Exercise objective: Nothing but an exact repetition of the entries should appear in the answer.

Dataset entries
※ ※ ※

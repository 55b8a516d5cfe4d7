import { useQuery } from "@tanstack/react-query";
import { useEffect, useState } from "react";
import { useParams } from "react-router-dom";
import { getBuild } from "#contracts/builds.contract.ts";
import { getLayout } from "#contracts/layouts.contract.ts";
import { getReport, getSheet, PAPERS } from "#contracts/reports.contract.ts";
import type { SheetReport } from "#core/drawing/sheet-tables.ts";
import { parseLength, type LengthUnit } from "#core/units/parse-length.ts";
import { addressOf, call } from "../../api/call.ts";
import { paths } from "../../app/paths.ts";
import { useMe, usePreferences } from "../../app/session.queries.ts";
import { Header } from "../../app/shell.tsx";
import { SelectField, TextField } from "../../ui/field.tsx";
import { Loading, TroubleNote } from "../../ui/states.tsx";
import type { PlanAnswer, PlanQuestion } from "./plan-worker.ts";

const SCALES = ["fit", "1", "2", "5", "10", "20", "50"] as const;
type Paper = (typeof PAPERS)[number];

/** The general arrangement as it will be printed: the same plan as the PDF's, on the screen. */
export default function SheetsPage() {
  const { buildId = "", layoutId = "" } = useParams();
  const params = { buildId, layoutId };
  const { units: mine } = usePreferences();
  const me = useMe();
  const build = useQuery({ queryKey: ["build", buildId], queryFn: () => call(getBuild, { params: { buildId } }) });
  const layout = useQuery({ queryKey: ["sheet-layout", layoutId], queryFn: () => call(getLayout, { params }), staleTime: 0 });
  const report = useQuery({ queryKey: ["sheet-report", layoutId, layout.data?.seq], queryFn: () => call(getReport, { params }), enabled: layout.isSuccess });
  const [paper, setPaper] = useState<Paper>("A3");
  const [scale, setScale] = useState<(typeof SCALES)[number]>("fit");
  const [units, setUnits] = useState<LengthUnit>(mine);
  const [station, setStation] = useState("");
  const [answer, setAnswer] = useState<PlanAnswer | null>(null);
  const [busy, setBusy] = useState(false);
  const read = station.trim() === "" ? null : parseLength(station, units);
  const at = read?.ok ? read.mm : undefined;
  useEffect(() => {
    if (!layout.data || !report.data || !build.data) return;
    const worker = new Worker(new URL("./plan-worker.ts", import.meta.url), { type: "module" });
    worker.onmessage = ({ data }: MessageEvent<PlanAnswer>) => {
      setAnswer(data);
      setBusy(false);
    };
    worker.onerror = () => {
      setAnswer({ ok: false, message: "The sheet could not be planned." });
      setBusy(false);
    };
    setBusy(true);
    const question: PlanQuestion = {
      layout: layout.data.document, report: report.data as unknown as SheetReport, options: { paper, scale: scale === "fit" ? "fit" : Number(scale), units, station: at },
      info: { owner: build.data.name, number: `${build.data.name.slice(0, 3).toUpperCase()}-GA-${layout.data.seq}`, date: new Date().toISOString().slice(0, 10), creator: me.data?.person?.name, revision: "working copy", documentType: "general arrangement" },
    };
    worker.postMessage(question);
    return () => worker.terminate();
  }, [layout.data, report.data, build.data, me.data, paper, scale, units, at]);
  const error = build.error ?? layout.error ?? report.error;
  const query = { paper, scale: scale === "fit" ? "fit" : Number(scale), units, station: at };
  return (
    <div className="flex min-h-full flex-col">
      <Header
        crumbs={build.data && layout.data ? [{ to: paths.build(buildId), text: build.data.name }, { to: paths.bench(buildId, layoutId), text: layout.data.document.name }] : []}
        tabs={[{ to: paths.bench(buildId, layoutId), text: "Bench" }, { to: paths.sheets(buildId, layoutId), text: "Sheets" }, { to: paths.history(buildId, layoutId), text: "History" }]}
      />
      <main className="grid flex-1 gap-8 p-6 lg:grid-cols-[230px_1fr]">
        <form className="space-y-5" onSubmit={(event) => event.preventDefault()} aria-label="The sheet">
          <h1 className="text-2xl font-semibold">General arrangement</h1>
          <SelectField<Paper> label="Paper" value={paper} options={PAPERS.map((name) => ({ value: name, label: name }))} onChange={setPaper} />
          <SelectField label="Scale" value={scale} options={SCALES.map((one) => ({ value: one, label: one === "fit" ? "largest that fits" : `1 : ${one}` }))} onChange={setScale} />
          <SelectField<LengthUnit> label="Dimensions in" value={units} options={[{ value: "mm", label: "millimetres" }, { value: "in", label: "inches, decimal" }, { value: "in-fraction", label: "inches, 1/16" }]} onChange={setUnits} />
          <TextField label="Section at" hint="Empty: the view from behind" value={station} onChange={setStation} error={read && !read.ok ? read.message : undefined} placeholder="e.g. 2700" />
          <a className="flex min-h-9 w-full items-center justify-center border border-ink bg-ink font-semibold text-film hover:bg-film hover:text-ink" href={addressOf(getSheet, params, query)} target="_blank" rel="noreferrer">Open as PDF, to print</a>
          <p className="text-sm text-pencil">Print at 100 %, not "fit to page", then measure the 100 mm bar. Estimates from what was drawn: measure on the car before cutting.</p>
          {answer?.ok && answer.remarks.map((remark) => <p key={remark} className="border border-hair p-2 text-sm">{remark}</p>)}
        </form>
        <div className="min-w-0 space-y-6" aria-busy={busy}>
          {error ? <TroubleNote error={error} again={() => { void build.refetch(); void layout.refetch(); void report.refetch(); }} /> : answer === null ? <Loading what="Drawing the sheet" lines={12} /> : !answer.ok ? <TroubleNote error={new Error(answer.message)} title="This sheet cannot be drawn so" /> : answer.sheets.map((sheet, i) => (
            <figure key={i} className={busy ? "opacity-60" : ""}>
              <div className="border border-hair bg-white [&>svg]:h-auto [&>svg]:w-full" dangerouslySetInnerHTML={{ __html: sheet.svg }} />
              <figcaption className="mt-1 text-sm text-pencil">Sheet {i + 1} of {answer.sheets.length}, {paper}, 1 : {sheet.scale}</figcaption>
            </figure>
          ))}
        </div>
      </main>
    </div>
  );
}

※ ※ ※

Answer box:
repository 55b8a516d5cfe4d7
import { useQuery } from "@tanstack/react-query";
import { useEffect, useState } from "react";
import { useParams } from "react-router-dom";
import { getBuild } from "#contracts/builds.contract.ts";
import { getLayout } from "#contracts/layouts.contract.ts";
import { getReport, getSheet, PAPERS } from "#contracts/reports.contract.ts";
import type { SheetReport } from "#core/drawing/sheet-tables.ts";
import { parseLength, type LengthUnit } from "#core/units/parse-length.ts";
import { addressOf, call } from "../../api/call.ts";
import { paths } from "../../app/paths.ts";
import { useMe, usePreferences } from "../../app/session.queries.ts";
import { Header } from "../../app/shell.tsx";
import { SelectField, TextField } from "../../ui/field.tsx";
import { Loading, TroubleNote } from "../../ui/states.tsx";
import type { PlanAnswer, PlanQuestion } from "./plan-worker.ts";

const SCALES = ["fit", "1", "2", "5", "10", "20", "50"] as const;
type Paper = (typeof PAPERS)[number];

/** The general arrangement as it will be printed: the same plan as the PDF's, on the screen. */
export default function SheetsPage() {
  const { buildId = "", layoutId = "" } = useParams();
  const params = { buildId, layoutId };
  const { units: mine } = usePreferences();
  const me = useMe();
  const build = useQuery({ queryKey: ["build", buildId], queryFn: () => call(getBuild, { params: { buildId } }) });
  const layout = useQuery({ queryKey: ["sheet-layout", layoutId], queryFn: () => call(getLayout, { params }), staleTime: 0 });
  const report = useQuery({ queryKey: ["sheet-report", layoutId, layout.data?.seq], queryFn: () => call(getReport, { params }), enabled: layout.isSuccess });
  const [paper, setPaper] = useState<Paper>("A3");
  const [scale, setScale] = useState<(typeof SCALES)[number]>("fit");
  const [units, setUnits] = useState<LengthUnit>(mine);
  const [station, setStation] = useState("");
  const [answer, setAnswer] = useState<PlanAnswer | null>(null);
  const [busy, setBusy] = useState(false);
  const read = station.trim() === "" ? null : parseLength(station, units);
  const at = read?.ok ? read.mm : undefined;
  useEffect(() => {
    if (!layout.data || !report.data || !build.data) return;
    const worker = new Worker(new URL("./plan-worker.ts", import.meta.url), { type: "module" });
    worker.onmessage = ({ data }: MessageEvent<PlanAnswer>) => {
      setAnswer(data);
      setBusy(false);
    };
    worker.onerror = () => {
      setAnswer({ ok: false, message: "The sheet could not be planned." });
      setBusy(false);
    };
    setBusy(true);
    const question: PlanQuestion = {
      layout: layout.data.document, report: report.data as unknown as SheetReport, options: { paper, scale: scale === "fit" ? "fit" : Number(scale), units, station: at },
      info: { owner: build.data.name, number: `${build.data.name.slice(0, 3).toUpperCase()}-GA-${layout.data.seq}`, date: new Date().toISOString().slice(0, 10), creator: me.data?.person?.name, revision: "working copy", documentType: "general arrangement" },
    };
    worker.postMessage(question);
    return () => worker.terminate();
  }, [layout.data, report.data, build.data, me.data, paper, scale, units, at]);
  const error = build.error ?? layout.error ?? report.error;
  const query = { paper, scale: scale === "fit" ? "fit" : Number(scale), units, station: at };
  return (
    <div className="flex min-h-full flex-col">
      <Header
        crumbs={build.data && layout.data ? [{ to: paths.build(buildId), text: build.data.name }, { to: paths.bench(buildId, layoutId), text: layout.data.document.name }] : []}
        tabs={[{ to: paths.bench(buildId, layoutId), text: "Bench" }, { to: paths.sheets(buildId, layoutId), text: "Sheets" }, { to: paths.history(buildId, layoutId), text: "History" }]}
      />
      <main className="grid flex-1 gap-8 p-6 lg:grid-cols-[230px_1fr]">
        <form className="space-y-5" onSubmit={(event) => event.preventDefault()} aria-label="The sheet">
          <h1 className="text-2xl font-semibold">General arrangement</h1>
          <SelectField<Paper> label="Paper" value={paper} options={PAPERS.map((name) => ({ value: name, label: name }))} onChange={setPaper} />
          <SelectField label="Scale" value={scale} options={SCALES.map((one) => ({ value: one, label: one === "fit" ? "largest that fits" : `1 : ${one}` }))} onChange={setScale} />
          <SelectField<LengthUnit> label="Dimensions in" value={units} options={[{ value: "mm", label: "millimetres" }, { value: "in", label: "inches, decimal" }, { value: "in-fraction", label: "inches, 1/16" }]} onChange={setUnits} />
          <TextField label="Section at" hint="Empty: the view from behind" value={station} onChange={setStation} error={read && !read.ok ? read.message : undefined} placeholder="e.g. 2700" />
          <a className="flex min-h-9 w-full items-center justify-center border border-ink bg-ink font-semibold text-film hover:bg-film hover:text-ink" href={addressOf(getSheet, params, query)} target="_blank" rel="noreferrer">Open as PDF, to print</a>
          <p className="text-sm text-pencil">Print at 100 %, not "fit to page", then measure the 100 mm bar. Estimates from what was drawn: measure on the car before cutting.</p>
          {answer?.ok && answer.remarks.map((remark) => <p key={remark} className="border border-hair p-2 text-sm">{remark}</p>)}
        </form>
        <div className="min-w-0 space-y-6" aria-busy={busy}>
          {error ? <TroubleNote error={error} again={() => { void build.refetch(); void layout.refetch(); void report.refetch(); }} /> : answer === null ? <Loading what="Drawing the sheet" lines={12} /> : !answer.ok ? <TroubleNote error={new Error(answer.message)} title="This sheet cannot be drawn so" /> : answer.sheets.map((sheet, i) => (
            <figure key={i} className={busy ? "opacity-60" : ""}>
              <div className="border border-hair bg-white [&>svg]:h-auto [&>svg]:w-full" dangerouslySetInnerHTML={{ __html: sheet.svg }} />
              <figcaption className="mt-1 text-sm text-pencil">Sheet {i + 1} of {answer.sheets.length}, {paper}, 1 : {sheet.scale}</figcaption>
            </figure>
          ))}
        </div>
      </main>
    </div>
  );
}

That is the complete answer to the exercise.